For valid PEM I get unable to load private key by openssh

I have created a public/private key pair with this command:

ssh-keygen -t rsa -b 4096 -f my-trusted-key -C "Just a public/private key"  

I can open the private key file and I see:

$ cat my-trusted-key -----BEGIN OPENSSH PRIVATE KEY----- b3BlbnNzaC1rZXktdjEAAAAABG5vbmUAAAAEbm9uZQAAAAAAAAABAAACFwAAAAdzc2gtcn etc

but when I run the following command:

$ openssl rsa -in my-trusted-key -text -inform PEM -noout

I get the following error

unable to load Private Key 4506685036:error:09FFF06C:PEM routines:CRYPTO_internal:no start line:/AppleInternal/BuildRoot/Library/Caches/com.apple.xbs/Sources/libressl/libressl-47.140.1/libressl-2.8/crypto/pem/pem_lib.c:684:Expecting: ANY PRIVATE KEY

what is the issue here and it fails?

Update
After the comment from @garethTheRed I created a private key using openssl as follows:

$ openssl genrsa -out anotherkey.key 2048  

and I can see:

$ cat anotherkey.key -----BEGIN RSA PRIVATE KEY----- MIIEogIBAAKCAQEAuc3m0tXo8UQvF8CJi9Cy7580WxfKvFHYZ3F06Uh19s9c51R/

and now the command works i.e.

openssl rsa -in anotherkey.key -text -inform PEM -noout

Private-Key: (2048 bit) modulus: 00:b9:cd:e6:d2:d5:e8:f1:44:2f:17:c0:89:8b:d0: b2:ef:9f:34:5b:17:ca:bc:51:d8:67:71:74:e9:48

but I don't understand the difference.

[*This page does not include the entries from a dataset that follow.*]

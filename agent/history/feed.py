"""A history's elements as replay frames, decoded once each, ahead of the analysis in worker processes.

Decoding (reading a file, parsing text, converting units) does not depend on the order of the
elements, so ``workers`` processes decode ahead of the analysis (at most two elements per worker in
flight). The analysis and the alarm logic run in this process, in time order, exactly as the daemon
runs them: baselines, the kept envelope band and the delays depend on the updates before.

The rate of every element is checked here: all elements at one rate (mixed rates are an error), and that
rate equal to ``acquisition.sample_rate_hz`` unless the history allows analyzing at the data's rate.
"""

from __future__ import annotations

import multiprocessing
from collections import deque
from collections.abc import Iterator
from typing import Any

from ..errors import InputError
from ..replay import Frame
from .decode import Decoded
from .readers import History

_worker_history: History | None = None


def _init(history: History) -> None:
    global _worker_history
    _worker_history = history


def _decode(i: int) -> Decoded:
    assert _worker_history is not None
    return _worker_history.decode(i)


class RateCheck:
    """Every element at one rate, and that rate the configuration's unless the data's rate is allowed."""

    def __init__(self, history: History, config_rate_hz: float):
        self.history = history
        self.config_rate_hz = float(config_rate_hz)
        self.fs_hz: float | None = None
        self.first: str = ""
        self.n_columns: int | None = None
        self.columns_from: str = ""

    def __call__(self, name: str, d: Decoded) -> None:
        if d.n_columns is not None:
            if self.n_columns is None:
                self.n_columns, self.columns_from = d.n_columns, name
            elif d.n_columns != self.n_columns:
                raise InputError(f"{name}: has {d.n_columns} column(s) where {self.columns_from} has {self.n_columns}")
        if d.fs_hz is None:
            return
        if self.fs_hz is None:
            if abs(d.fs_hz - self.config_rate_hz) > 1e-6 * self.config_rate_hz and not self.history.spec.data_rate:
                raise InputError(
                    f"{name}: sampled at {d.fs_hz:g} Hz, the configuration's acquisition.sample_rate_hz is "
                    f"{self.config_rate_hz:g} Hz: resample the history, correct the configuration, or give "
                    f"--data-rate to analyze at the data's rate")
            self.fs_hz, self.first = d.fs_hz, name
        elif abs(d.fs_hz - self.fs_hz) > 1e-9 * self.fs_hz:
            raise InputError(f"{name}: sampled at {d.fs_hz:g} Hz where {self.first} is at {self.fs_hz:g} Hz: "
                             "a history has one rate (mixed rates)")


def decoded(history: History, workers: int = 1) -> Iterator[tuple[int, Decoded]]:
    """``(index, decoded element)`` in time order; with ``workers`` > 1 decoded in worker processes."""
    n = len(history.elements)
    if workers <= 1 or n < 2:
        for i in range(n):
            yield i, history.decode(i)
        return
    ctx = multiprocessing.get_context("fork" if "fork" in multiprocessing.get_all_start_methods() else "spawn")
    with ctx.Pool(workers, initializer=_init, initargs=(history,)) as pool:
        pending: deque[tuple[int, Any]] = deque()
        nxt = 0
        while nxt < n and len(pending) < 2 * workers:
            pending.append((nxt, pool.apply_async(_decode, (nxt,))))
            nxt += 1
        while pending:
            i, job = pending.popleft()
            if nxt < n:
                pending.append((nxt, pool.apply_async(_decode, (nxt,))))
                nxt += 1
            yield i, job.get()


def history_frames(history: History, config_rate_hz: float, workers: int = 1,
                   check: RateCheck | None = None) -> Iterator[Frame]:
    """Replay frames of ``history``: elapsed seconds from its first element, volts per point."""
    check = check or RateCheck(history, config_rate_hz)
    t0 = history.start_unix_s
    for i, d in decoded(history, workers):
        e = history.elements[i]
        check(e.name, d)
        yield Frame(e.time_s - t0, d.blocks_v if d.fs_hz is not None else {}, d.rpm)
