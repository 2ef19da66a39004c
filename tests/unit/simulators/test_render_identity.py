"""The synthesis renders the same signals, bit for bit, as before it was vectorised.

render-hashes.json holds hashes of arrays rendered by an earlier commit (named in the file) for every
shipped scenario at its first, middle and last snapshot time; a change that makes the simulator faster
must leave every sample as it was, so a replay of a scenario gives the same timeline.

Bit identity is defined for one build of the numerical libraries on one kind of processor: numpy and
scipy pick SIMD kernels (sin, cos, exp, FFTs) by CPU feature, and releases change them in the last
bits. The fixture records what it was made with ("made_with"); elsewhere (CI's lowest-versions pass,
another processor) the comparison has no meaning and the test says so instead of failing.
"""

from __future__ import annotations

import hashlib
import json
from pathlib import Path

import numpy as np
import pytest

from rotorwatch.simulators.render import ScenarioRenderer
from rotorwatch.simulators.scenario import load_scenario

ROOT = Path(__file__).resolve().parents[3]
FIXTURE = json.loads((Path(__file__).with_name("render-hashes.json")).read_text())


def _build() -> dict:
    """numpy and scipy versions and the CPU features numpy dispatches on, as the fixture records them."""
    import scipy

    try:
        from numpy._core._multiarray_umath import __cpu_features__ as features
    except ImportError:  # numpy 1.x
        from numpy.core._multiarray_umath import __cpu_features__ as features
    return {"numpy": np.__version__, "scipy": scipy.__version__,
            "cpu_features": sorted(k for k, on in features.items() if on)}


def _hash(a: np.ndarray) -> str:
    return hashlib.sha256(np.ascontiguousarray(a).tobytes()).hexdigest()[:32]


def rendered_hashes(path: Path) -> dict[str, str]:
    """The hashes render-hashes.json was made with (see its "how")."""
    name = path.stem
    sc = load_scenario(path)
    r = ScenarioRenderer(sc)
    fs = sc.config.acquisition.sample_rate_hz
    times = r.times()
    picks = [float(times[0]), float(times[len(times) // 2]), float(times[-1])]
    out = {}
    for t in picks:
        for pid, v in sorted(r.snapshot(t, 1.0, fs).items()):
            out[f"{name}/snapshot/{t:g}/{pid}"] = _hash(v)
        for pid, v in sorted(r.snapshot_accel(t + 0.3, 0.5, fs).items()):
            out[f"{name}/accel/{t:g}/{pid}"] = _hash(v)
    chunks = r.stream(fs, 4096, start_s=picks[1])
    out[f"{name}/stream/{picks[1]:g}"] = _hash(np.concatenate([next(chunks)[1], next(chunks)[1]]))
    return out


SCENARIOS = sorted({k.split("/")[0] for k in FIXTURE["hashes"]})  # the scenarios shipped when it was made


@pytest.mark.parametrize("name", SCENARIOS)
def test_signals_are_bit_identical_to_the_fixture(name):
    if _build() != FIXTURE["made_with"]:
        made = FIXTURE["made_with"]
        pytest.skip(f"render-hashes.json was made with numpy {made['numpy']} and scipy {made['scipy']} on a processor "
                    "with other features than this run's; bit identity holds only on the same build")
    want = {k: v for k, v in FIXTURE["hashes"].items() if k.startswith(name + "/")}
    assert len(want) >= 7  # 3 times x (snapshot, accel) x points, and a stream
    assert rendered_hashes(ROOT / "config" / "scenarios" / f"{name}.toml") == want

Both files are PEM format, both when viewed using cat show the same format.
So why the pem generated by ssh-keygen is rejected?


Solution 1:

isn't that a PEM format?

No, it's just a "PEM-like" format. There's a "-----HEADER-----" and there's Base64-encoded data. But that's where the similarities end – the actual data structure found within that Base64 blob is completely different than that of PEM; it isn't even using ASN.1 DER like typical "PEM" files do, but uses the SSH data format instead.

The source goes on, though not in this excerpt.